→ Brief
Up to and including the line containing "IHS, shifted log, square", retype each line of the listing below exactly, beginning with the first.

→ Material provided
Content starts
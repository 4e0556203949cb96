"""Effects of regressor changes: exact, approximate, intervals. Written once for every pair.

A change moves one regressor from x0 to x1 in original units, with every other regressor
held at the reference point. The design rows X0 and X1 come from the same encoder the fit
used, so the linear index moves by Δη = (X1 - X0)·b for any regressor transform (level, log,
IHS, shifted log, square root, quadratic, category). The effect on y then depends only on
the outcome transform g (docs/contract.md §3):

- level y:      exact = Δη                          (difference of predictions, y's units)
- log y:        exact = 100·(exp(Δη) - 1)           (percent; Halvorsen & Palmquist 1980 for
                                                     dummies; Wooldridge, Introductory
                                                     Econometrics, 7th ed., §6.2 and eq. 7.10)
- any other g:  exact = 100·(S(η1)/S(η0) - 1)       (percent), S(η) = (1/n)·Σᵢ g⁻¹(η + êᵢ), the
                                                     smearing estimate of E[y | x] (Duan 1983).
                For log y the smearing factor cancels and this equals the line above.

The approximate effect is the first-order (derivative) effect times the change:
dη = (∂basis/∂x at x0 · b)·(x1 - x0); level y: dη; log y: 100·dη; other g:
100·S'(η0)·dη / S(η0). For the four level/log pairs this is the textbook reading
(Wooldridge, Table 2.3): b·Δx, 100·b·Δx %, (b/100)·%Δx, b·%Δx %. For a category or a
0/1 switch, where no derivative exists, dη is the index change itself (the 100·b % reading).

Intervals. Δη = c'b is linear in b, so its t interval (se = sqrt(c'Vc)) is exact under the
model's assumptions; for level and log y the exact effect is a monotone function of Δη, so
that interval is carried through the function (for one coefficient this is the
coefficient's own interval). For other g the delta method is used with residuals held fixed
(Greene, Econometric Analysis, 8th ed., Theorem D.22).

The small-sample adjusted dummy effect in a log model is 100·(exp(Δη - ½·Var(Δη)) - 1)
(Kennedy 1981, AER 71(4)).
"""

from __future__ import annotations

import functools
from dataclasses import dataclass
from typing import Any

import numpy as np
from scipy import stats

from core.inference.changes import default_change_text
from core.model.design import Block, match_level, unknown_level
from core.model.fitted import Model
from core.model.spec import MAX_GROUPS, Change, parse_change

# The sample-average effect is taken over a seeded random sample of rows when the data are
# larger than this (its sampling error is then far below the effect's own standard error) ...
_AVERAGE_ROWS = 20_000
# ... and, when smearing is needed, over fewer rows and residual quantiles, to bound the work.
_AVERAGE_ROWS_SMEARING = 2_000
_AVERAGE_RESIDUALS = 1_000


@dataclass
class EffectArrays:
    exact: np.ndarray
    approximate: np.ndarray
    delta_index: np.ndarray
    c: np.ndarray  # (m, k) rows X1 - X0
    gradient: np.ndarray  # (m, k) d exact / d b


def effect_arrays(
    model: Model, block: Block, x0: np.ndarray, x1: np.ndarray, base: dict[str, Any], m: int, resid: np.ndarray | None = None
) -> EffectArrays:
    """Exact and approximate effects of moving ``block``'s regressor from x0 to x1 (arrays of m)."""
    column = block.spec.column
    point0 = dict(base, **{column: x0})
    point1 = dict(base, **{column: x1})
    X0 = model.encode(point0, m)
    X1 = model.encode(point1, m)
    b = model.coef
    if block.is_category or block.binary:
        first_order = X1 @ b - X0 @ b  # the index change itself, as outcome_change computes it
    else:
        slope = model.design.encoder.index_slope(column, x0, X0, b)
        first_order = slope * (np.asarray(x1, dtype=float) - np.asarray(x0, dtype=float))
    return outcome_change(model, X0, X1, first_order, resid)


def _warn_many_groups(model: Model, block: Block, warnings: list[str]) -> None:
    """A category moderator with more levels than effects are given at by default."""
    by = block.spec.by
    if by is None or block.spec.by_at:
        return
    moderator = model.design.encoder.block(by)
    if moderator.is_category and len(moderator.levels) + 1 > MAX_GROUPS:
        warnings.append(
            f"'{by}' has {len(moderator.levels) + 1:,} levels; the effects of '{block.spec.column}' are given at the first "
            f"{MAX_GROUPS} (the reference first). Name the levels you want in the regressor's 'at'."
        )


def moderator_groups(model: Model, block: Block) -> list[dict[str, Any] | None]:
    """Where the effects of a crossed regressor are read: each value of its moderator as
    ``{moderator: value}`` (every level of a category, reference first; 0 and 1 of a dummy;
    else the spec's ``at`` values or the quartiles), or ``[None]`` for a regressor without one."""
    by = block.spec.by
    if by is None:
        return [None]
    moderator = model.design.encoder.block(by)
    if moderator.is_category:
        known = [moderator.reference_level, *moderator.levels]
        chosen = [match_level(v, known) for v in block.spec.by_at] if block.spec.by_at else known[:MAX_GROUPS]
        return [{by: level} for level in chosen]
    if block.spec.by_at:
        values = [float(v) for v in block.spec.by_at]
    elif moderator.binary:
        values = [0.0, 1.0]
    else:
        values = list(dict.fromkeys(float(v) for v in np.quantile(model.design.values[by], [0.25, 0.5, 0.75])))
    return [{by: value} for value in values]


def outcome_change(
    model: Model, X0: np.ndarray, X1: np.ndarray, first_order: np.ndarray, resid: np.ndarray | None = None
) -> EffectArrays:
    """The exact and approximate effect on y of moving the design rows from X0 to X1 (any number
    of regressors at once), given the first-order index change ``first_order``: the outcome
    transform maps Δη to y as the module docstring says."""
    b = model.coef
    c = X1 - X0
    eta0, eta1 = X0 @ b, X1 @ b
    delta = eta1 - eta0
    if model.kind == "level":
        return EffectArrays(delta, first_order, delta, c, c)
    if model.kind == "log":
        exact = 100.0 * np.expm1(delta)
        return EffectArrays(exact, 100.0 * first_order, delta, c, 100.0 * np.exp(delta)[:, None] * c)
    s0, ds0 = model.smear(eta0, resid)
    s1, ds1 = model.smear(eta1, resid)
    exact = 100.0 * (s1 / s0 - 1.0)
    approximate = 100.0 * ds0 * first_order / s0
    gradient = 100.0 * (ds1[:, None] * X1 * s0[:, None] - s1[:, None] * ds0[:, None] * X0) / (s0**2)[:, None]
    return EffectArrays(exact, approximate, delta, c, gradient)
Content ends
→ Completed exercise
repository 4e0556203949cb96
"""Effects of regressor changes: exact, approximate, intervals. Written once for every pair.

A change moves one regressor from x0 to x1 in original units, with every other regressor
held at the reference point. The design rows X0 and X1 come from the same encoder the fit
used, so the linear index moves by Δη = (X1 - X0)·b for any regressor transform (level, log,
IHS, shifted log, square root, quadratic, category). The effect on y then depends only on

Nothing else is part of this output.